*** LISTED ENTRIES Section Begins ***

package dev.tend.runtime;

import dev.tend.engine.BrakeThresholds;
import dev.tend.engine.Engine;
import dev.tend.engine.EngineSetup;
import dev.tend.engine.EngineState;
import dev.tend.engine.EventTimeMode;
import dev.tend.engine.Input;
import dev.tend.playbooks.PlaybookSet;
import dev.tend.playbooks.load.PlaybookLoader;
import dev.tend.shared.HealthTransition;
import dev.tend.shared.SignalState;
import dev.tend.shared.fleet.ClusterSpec;
import dev.tend.shared.fleet.Fleet;
import dev.tend.shared.fleet.FleetFile;
import dev.tend.shared.time.Timers;
import dev.tend.store.InputRow;
import dev.tend.store.SnapshotRow;
import dev.tend.store.Store;
import dev.tend.store.StoreReader;

import java.nio.file.Files;
import java.nio.file.Path;
import java.time.Clock;
import java.time.Duration;
import java.time.Instant;
import java.util.ArrayList;
import java.util.List;
import java.util.Map;
import java.util.Random;

/**
 * Start-up with and without a snapshot, in one run on one machine: journals N transitions
 * over the bundled Larkspur fleet (invented) straight into a SQLite store, then measures
 * (a) a start that replays the whole journal, (b) a start from a snapshot taken after all
 * but the last 1 % of them (loads it, replays the rest), and (c) reading and loading the
 * snapshot alone, the floor of (b). Prints seconds and the ratios a/c and b/c. Not a unit
 * test: {@code mvn -B -Pbench -DskipTests -pl orchestrator -am verify} runs it (see DEVELOPERS.md).
 *
 * <p>Arguments: N (default 1,000,000), the library folder (default playbooks/library).
 */
public final class StartupBenchmark {
    private static final Timers NO_TIMERS = new Timers() {
        @Override
        public void arm(String key, Instant due) {
        }

        @Override
        public void cancel(String key) {
        }
    };

    public static void main(String[] args) throws Exception {
        long n = args.length > 0 ? Long.parseLong(args[0]) : 1_000_000;
        Path library = Path.of(args.length > 1 ? args[1] : "playbooks/library");
        PlaybookSet set = PlaybookLoader.load(library);
        Fleet fleet = FleetFile.load(library.resolve("fleet.yaml"));
        EngineSetup setup = new EngineSetup(set, set.config(), fleet, BrakeThresholds.from(set.config().brake()),
                EventTimeMode.eventsOnly());
        Path dir = Files.createTempDirectory("tend-startup-bench");
        try (Store store = Store.openSqlite(dir.resolve("tend.db"))) {
            long tail = Math.max(1, n / 100);
            Journal journal = new Journal(fleet);
            long t0 = System.nanoTime();
            journal.append(store, n - tail);
            System.out.printf("startup benchmark: %,d journaled transitions over %,d clusters, written in %.1f s (%s)%n",
                    n, fleet.size(), seconds(t0), dir);

            Orchestrator fullStart = orchestrator(store, setup);
            fullStart.loadState();
            EngineState state = fullStart.engine().state();
            SnapshotRow row = SnapshotCodec.encode(n - tail, Instant.now(), SnapshotCodec.fingerprint(setup), state, Map.of());
            store.useTransaction(tx -> tx.putSnapshot(row, 2));
            journal.append(store, tail);
            System.out.printf("snapshot: %,d bytes compressed, after input %,d%n", row.body().length, n - tail);

            double full = measure(() -> {
                store.useTransaction(tx -> tx.putSnapshot(new SnapshotRow(row.seq(), row.takenAt(), row.format(), "another setup",
                        row.body()), 2));
                orchestrator(store, setup).loadState();
            });
            store.useTransaction(tx -> tx.putSnapshot(row, 2));
            double withSnapshot = measure(() -> orchestrator(store, setup).loadState());
            double floor = measure(() -> {
                SnapshotRow r = store.read(StoreReader::latestSnapshot).orElseThrow();
                Engine.restore(setup, SnapshotCodec.decode(r).state());
            });
            System.out.printf("(a) start replaying the whole journal:       %7.2f s  (%.1f x the floor)%n", full, full / floor);
            System.out.printf("(b) start from the snapshot + last %,d: %7.2f s  (%.1f x the floor; target under 15 s)%n", tail,
                    withSnapshot, withSnapshot / floor);
            System.out.printf("(c) floor: read and load the snapshot alone: %7.2f s%n", floor);
        }
    }

    private static Orchestrator orchestrator(Store store, EngineSetup setup) {
        return new Orchestrator(store, setup, Map.of(), NO_TIMERS, call -> { }, Clock.systemUTC(), CommitListener.NONE, 0);
    }

    private static double measure(Runnable r) {
        long t0 = System.nanoTime();
        r.run();
        return seconds(t0);
    }

    private static double seconds(long t0) {
        return (System.nanoTime() - t0) / 1e9;
    }

    /** Random transitions over the fleet, in event-time order, appended in batches. */
    private static final class Journal {
        private static final String[] SIGNALS = {"heartbeat", "process-down", "replica-lag", "cert-expiry", "storage-full"};
        private final List<ClusterSpec> clusters;
        private final Random random = new Random(7);
        private Instant at = Instant.parse("2027-03-14T00:00:00Z");

        Journal(Fleet fleet) {
            this.clusters = new ArrayList<>(fleet.clusters());
        }

        void append(Store store, long count) {
            List<InputRow> batch = new ArrayList<>(10_000);
            for (long i = 0; i < count; i++) {
                at = at.plus(Duration.ofMillis(200));
                ClusterSpec c = clusters.get(random.nextInt(clusters.size()));
                String signal = SIGNALS[random.nextInt(SIGNALS.length)];
                SignalState state = random.nextInt(3) == 0 ? (signal.equals("heartbeat") ? SignalState.SILENT : SignalState.BREACH)
                        : SignalState.CLEAR;
                HealthTransition t = HealthTransition.of(at, c.id().value(), c.nodes().get(random.nextInt(c.nodes().size())).id().value(),
                        signal, state);
                batch.add(InputCodec.encode(Input.Transition.withWire(t), at));
                if (batch.size() == 10_000) {
                    List<InputRow> rows = List.copyOf(batch);
                    store.useTransaction(tx -> tx.appendInputs(rows));
                    batch.clear();
                }
            }
            if (!batch.isEmpty()) store.useTransaction(tx -> tx.appendInputs(batch));
        }
    }
}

*** LISTED ENTRIES Section Ends ***

Look above for the line with "import dev.tend.engine.Input;"; retype exactly that line, every line after it up to the line with "and loading the", and that line too, nothing else.

import dev.tend.engine.Input;
import dev.tend.playbooks.PlaybookSet;
import dev.tend.playbooks.load.PlaybookLoader;
import dev.tend.shared.HealthTransition;
import dev.tend.shared.SignalState;
import dev.tend.shared.fleet.ClusterSpec;
import dev.tend.shared.fleet.Fleet;
import dev.tend.shared.fleet.FleetFile;
import dev.tend.shared.time.Timers;
import dev.tend.store.InputRow;
import dev.tend.store.SnapshotRow;
import dev.tend.store.Store;
import dev.tend.store.StoreReader;

import java.nio.file.Files;
import java.nio.file.Path;
import java.time.Clock;
import java.time.Duration;
import java.time.Instant;
import java.util.ArrayList;
import java.util.List;
import java.util.Map;
import java.util.Random;

/**
 * Start-up with and without a snapshot, in one run on one machine: journals N transitions
 * over the bundled Larkspur fleet (invented) straight into a SQLite store, then measures
 * (a) a start that replays the whole journal, (b) a start from a snapshot taken after all
 * but the last 1 % of them (loads it, replays the rest), and (c) reading and loading the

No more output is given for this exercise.